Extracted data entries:
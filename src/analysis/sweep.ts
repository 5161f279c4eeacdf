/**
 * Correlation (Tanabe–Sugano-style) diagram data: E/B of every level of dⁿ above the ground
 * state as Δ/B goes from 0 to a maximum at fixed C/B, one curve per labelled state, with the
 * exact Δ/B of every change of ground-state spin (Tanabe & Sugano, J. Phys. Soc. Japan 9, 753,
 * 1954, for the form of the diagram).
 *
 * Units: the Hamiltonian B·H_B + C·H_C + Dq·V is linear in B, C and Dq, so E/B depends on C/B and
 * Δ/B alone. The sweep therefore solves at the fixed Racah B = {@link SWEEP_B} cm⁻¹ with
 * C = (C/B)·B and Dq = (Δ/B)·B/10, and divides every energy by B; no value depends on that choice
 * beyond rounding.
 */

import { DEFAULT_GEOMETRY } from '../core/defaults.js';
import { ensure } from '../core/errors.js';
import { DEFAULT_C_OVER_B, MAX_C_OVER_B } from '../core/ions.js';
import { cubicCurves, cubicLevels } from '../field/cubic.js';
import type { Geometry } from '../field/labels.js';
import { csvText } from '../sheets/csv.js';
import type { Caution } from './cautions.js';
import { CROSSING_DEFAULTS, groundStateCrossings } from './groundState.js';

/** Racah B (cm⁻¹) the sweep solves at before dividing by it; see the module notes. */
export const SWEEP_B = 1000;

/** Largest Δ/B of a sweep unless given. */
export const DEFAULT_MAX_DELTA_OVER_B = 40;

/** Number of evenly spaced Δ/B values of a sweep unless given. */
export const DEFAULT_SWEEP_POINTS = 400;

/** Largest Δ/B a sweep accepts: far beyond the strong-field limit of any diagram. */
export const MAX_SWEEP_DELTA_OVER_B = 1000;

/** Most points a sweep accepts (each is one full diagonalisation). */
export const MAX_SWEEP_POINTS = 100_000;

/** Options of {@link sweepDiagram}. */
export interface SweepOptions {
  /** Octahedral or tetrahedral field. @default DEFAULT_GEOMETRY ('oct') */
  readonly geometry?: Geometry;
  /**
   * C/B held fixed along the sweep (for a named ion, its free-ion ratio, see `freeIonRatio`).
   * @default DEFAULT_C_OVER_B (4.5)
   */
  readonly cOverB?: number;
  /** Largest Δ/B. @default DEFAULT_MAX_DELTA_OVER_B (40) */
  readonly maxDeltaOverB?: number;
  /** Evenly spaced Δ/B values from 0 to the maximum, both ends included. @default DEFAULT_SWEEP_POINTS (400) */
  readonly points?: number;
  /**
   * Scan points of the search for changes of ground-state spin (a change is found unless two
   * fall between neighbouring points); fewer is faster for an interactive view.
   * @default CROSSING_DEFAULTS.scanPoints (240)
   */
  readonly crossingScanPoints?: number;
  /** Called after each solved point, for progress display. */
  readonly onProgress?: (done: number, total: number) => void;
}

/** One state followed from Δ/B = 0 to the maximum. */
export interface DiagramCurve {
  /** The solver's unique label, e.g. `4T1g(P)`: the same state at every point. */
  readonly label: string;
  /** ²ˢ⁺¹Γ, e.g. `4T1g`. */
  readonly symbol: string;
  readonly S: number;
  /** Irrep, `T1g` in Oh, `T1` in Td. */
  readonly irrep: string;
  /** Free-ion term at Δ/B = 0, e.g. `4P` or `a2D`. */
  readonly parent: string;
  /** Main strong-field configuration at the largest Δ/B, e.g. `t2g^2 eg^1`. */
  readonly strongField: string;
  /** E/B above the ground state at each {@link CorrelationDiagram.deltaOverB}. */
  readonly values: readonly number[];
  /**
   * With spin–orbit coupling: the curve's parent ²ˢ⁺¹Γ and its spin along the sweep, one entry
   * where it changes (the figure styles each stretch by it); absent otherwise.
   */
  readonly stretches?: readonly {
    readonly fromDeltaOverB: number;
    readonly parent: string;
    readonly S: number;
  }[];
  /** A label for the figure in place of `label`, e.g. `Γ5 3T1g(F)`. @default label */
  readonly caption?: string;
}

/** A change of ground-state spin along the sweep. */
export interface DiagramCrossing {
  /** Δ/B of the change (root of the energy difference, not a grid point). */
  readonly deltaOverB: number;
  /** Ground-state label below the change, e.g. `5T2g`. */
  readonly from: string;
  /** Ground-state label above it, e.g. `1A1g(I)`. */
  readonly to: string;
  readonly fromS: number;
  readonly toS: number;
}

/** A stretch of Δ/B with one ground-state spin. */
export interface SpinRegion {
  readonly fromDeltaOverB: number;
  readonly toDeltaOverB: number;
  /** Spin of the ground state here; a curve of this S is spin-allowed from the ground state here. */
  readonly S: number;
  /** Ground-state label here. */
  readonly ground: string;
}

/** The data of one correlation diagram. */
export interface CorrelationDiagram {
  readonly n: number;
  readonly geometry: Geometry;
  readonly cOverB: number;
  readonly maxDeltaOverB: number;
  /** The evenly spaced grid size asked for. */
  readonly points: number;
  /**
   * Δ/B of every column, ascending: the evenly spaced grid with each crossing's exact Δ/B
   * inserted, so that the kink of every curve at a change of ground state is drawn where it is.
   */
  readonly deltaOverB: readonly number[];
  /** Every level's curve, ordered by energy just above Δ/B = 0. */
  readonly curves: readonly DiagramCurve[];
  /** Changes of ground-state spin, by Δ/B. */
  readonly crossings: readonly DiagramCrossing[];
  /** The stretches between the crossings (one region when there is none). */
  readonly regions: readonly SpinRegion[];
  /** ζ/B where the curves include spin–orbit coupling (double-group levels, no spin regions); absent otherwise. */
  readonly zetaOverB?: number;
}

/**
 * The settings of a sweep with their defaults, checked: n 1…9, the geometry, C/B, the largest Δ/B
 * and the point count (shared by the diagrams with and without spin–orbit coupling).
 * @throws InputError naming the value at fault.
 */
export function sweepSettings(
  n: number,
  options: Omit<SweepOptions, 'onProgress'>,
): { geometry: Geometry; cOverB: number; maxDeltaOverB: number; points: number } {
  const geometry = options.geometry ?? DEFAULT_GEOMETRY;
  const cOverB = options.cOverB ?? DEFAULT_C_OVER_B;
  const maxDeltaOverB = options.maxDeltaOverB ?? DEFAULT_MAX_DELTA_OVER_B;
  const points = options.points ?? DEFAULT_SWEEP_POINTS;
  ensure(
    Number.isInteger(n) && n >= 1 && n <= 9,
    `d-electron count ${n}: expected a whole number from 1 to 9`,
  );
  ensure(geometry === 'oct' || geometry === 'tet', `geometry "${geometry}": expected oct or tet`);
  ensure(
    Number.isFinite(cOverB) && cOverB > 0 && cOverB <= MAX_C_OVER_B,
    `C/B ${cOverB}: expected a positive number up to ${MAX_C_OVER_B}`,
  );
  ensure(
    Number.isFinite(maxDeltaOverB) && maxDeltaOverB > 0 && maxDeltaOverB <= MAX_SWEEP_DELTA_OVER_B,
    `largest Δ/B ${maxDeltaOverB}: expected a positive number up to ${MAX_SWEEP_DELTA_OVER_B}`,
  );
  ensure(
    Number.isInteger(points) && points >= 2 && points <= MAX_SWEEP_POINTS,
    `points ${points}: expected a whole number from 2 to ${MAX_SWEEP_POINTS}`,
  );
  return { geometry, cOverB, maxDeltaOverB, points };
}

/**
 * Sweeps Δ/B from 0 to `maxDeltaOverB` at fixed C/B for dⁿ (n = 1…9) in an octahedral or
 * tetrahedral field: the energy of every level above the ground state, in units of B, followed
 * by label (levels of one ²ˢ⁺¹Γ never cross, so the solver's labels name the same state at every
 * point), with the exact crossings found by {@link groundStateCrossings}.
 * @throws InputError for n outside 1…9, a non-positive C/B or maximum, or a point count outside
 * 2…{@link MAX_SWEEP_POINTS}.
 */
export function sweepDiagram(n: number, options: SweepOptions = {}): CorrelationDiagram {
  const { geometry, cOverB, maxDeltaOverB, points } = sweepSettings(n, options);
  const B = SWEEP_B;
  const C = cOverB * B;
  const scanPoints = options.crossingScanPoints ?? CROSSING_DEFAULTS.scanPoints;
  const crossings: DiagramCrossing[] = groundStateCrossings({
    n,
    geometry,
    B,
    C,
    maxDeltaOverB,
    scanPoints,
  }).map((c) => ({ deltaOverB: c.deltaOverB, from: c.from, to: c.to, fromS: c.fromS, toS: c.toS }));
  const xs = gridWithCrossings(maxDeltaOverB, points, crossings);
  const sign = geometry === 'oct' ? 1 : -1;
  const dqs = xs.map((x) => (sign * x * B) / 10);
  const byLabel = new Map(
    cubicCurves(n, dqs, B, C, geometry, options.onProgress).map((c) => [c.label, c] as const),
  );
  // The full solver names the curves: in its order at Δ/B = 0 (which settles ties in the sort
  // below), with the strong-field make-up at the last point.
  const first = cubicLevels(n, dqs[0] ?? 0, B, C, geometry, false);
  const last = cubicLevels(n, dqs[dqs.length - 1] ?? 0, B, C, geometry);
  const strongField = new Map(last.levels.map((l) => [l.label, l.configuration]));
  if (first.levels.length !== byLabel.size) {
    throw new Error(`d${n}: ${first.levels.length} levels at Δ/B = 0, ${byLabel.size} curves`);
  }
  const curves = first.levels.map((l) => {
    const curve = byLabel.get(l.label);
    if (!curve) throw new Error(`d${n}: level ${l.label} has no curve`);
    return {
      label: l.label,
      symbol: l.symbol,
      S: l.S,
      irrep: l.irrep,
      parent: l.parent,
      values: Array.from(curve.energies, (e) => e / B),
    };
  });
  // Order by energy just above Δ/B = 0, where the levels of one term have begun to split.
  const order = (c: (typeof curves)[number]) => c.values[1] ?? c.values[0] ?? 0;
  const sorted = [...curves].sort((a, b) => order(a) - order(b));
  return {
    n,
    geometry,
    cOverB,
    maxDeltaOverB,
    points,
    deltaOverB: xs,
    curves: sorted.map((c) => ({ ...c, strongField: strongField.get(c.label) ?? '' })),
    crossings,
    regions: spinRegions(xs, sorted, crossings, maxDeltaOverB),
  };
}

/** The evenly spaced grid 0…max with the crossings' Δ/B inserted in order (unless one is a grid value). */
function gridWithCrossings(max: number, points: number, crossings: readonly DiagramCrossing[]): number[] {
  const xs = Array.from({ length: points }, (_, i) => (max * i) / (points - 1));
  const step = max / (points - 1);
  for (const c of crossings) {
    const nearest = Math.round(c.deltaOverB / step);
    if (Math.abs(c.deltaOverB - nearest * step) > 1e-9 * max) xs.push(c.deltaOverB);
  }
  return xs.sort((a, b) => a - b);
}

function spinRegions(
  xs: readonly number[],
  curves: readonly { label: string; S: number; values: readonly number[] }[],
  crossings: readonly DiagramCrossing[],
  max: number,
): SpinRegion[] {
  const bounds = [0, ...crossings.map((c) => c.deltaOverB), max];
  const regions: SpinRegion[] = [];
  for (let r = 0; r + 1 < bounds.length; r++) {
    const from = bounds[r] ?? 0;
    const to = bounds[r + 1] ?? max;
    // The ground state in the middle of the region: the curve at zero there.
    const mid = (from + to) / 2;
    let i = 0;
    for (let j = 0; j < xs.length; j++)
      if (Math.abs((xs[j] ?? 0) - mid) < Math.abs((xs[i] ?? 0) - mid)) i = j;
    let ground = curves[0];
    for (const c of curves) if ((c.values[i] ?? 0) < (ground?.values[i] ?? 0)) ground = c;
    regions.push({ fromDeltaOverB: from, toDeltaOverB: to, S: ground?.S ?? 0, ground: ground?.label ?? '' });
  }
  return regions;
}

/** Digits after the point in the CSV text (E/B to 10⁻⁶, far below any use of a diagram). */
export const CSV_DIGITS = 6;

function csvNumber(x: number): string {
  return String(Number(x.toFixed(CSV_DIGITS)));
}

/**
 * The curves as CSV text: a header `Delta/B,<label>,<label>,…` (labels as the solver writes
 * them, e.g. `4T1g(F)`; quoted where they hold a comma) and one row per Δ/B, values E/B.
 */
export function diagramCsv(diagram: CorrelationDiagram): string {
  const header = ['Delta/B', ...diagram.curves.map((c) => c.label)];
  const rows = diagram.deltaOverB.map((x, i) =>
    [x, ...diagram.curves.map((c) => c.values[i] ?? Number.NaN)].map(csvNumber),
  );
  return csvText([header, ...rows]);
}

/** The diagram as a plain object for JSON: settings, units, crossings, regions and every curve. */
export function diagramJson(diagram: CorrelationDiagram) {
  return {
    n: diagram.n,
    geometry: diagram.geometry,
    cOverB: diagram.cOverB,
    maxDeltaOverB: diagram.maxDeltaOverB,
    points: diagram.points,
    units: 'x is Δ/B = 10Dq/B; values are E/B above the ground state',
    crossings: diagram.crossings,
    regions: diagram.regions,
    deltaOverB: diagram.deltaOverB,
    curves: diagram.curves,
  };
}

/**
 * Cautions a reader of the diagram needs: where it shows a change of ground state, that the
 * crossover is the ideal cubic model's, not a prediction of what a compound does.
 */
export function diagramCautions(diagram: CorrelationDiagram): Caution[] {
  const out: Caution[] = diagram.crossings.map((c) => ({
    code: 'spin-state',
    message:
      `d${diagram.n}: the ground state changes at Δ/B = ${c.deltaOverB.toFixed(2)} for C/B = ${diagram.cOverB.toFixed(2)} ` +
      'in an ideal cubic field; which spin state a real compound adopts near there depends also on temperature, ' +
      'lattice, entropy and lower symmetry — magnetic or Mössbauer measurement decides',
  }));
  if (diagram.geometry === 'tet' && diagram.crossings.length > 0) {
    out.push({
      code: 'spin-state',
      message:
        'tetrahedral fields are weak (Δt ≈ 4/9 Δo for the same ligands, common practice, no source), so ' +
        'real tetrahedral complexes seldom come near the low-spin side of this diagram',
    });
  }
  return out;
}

◆ To do
Look above for the line with "export function sweepDiagram(n: number, options: SweepOptions" and the line with "const scanPoints = options.crossingScanPoints". Retype those two lines and every line between them exactly, adding nothing.

◆ Response
export function sweepDiagram(n: number, options: SweepOptions = {}): CorrelationDiagram {
  const { geometry, cOverB, maxDeltaOverB, points } = sweepSettings(n, options);
  const B = SWEEP_B;
  const C = cOverB * B;
  const scanPoints = options.crossingScanPoints ?? CROSSING_DEFAULTS.scanPoints;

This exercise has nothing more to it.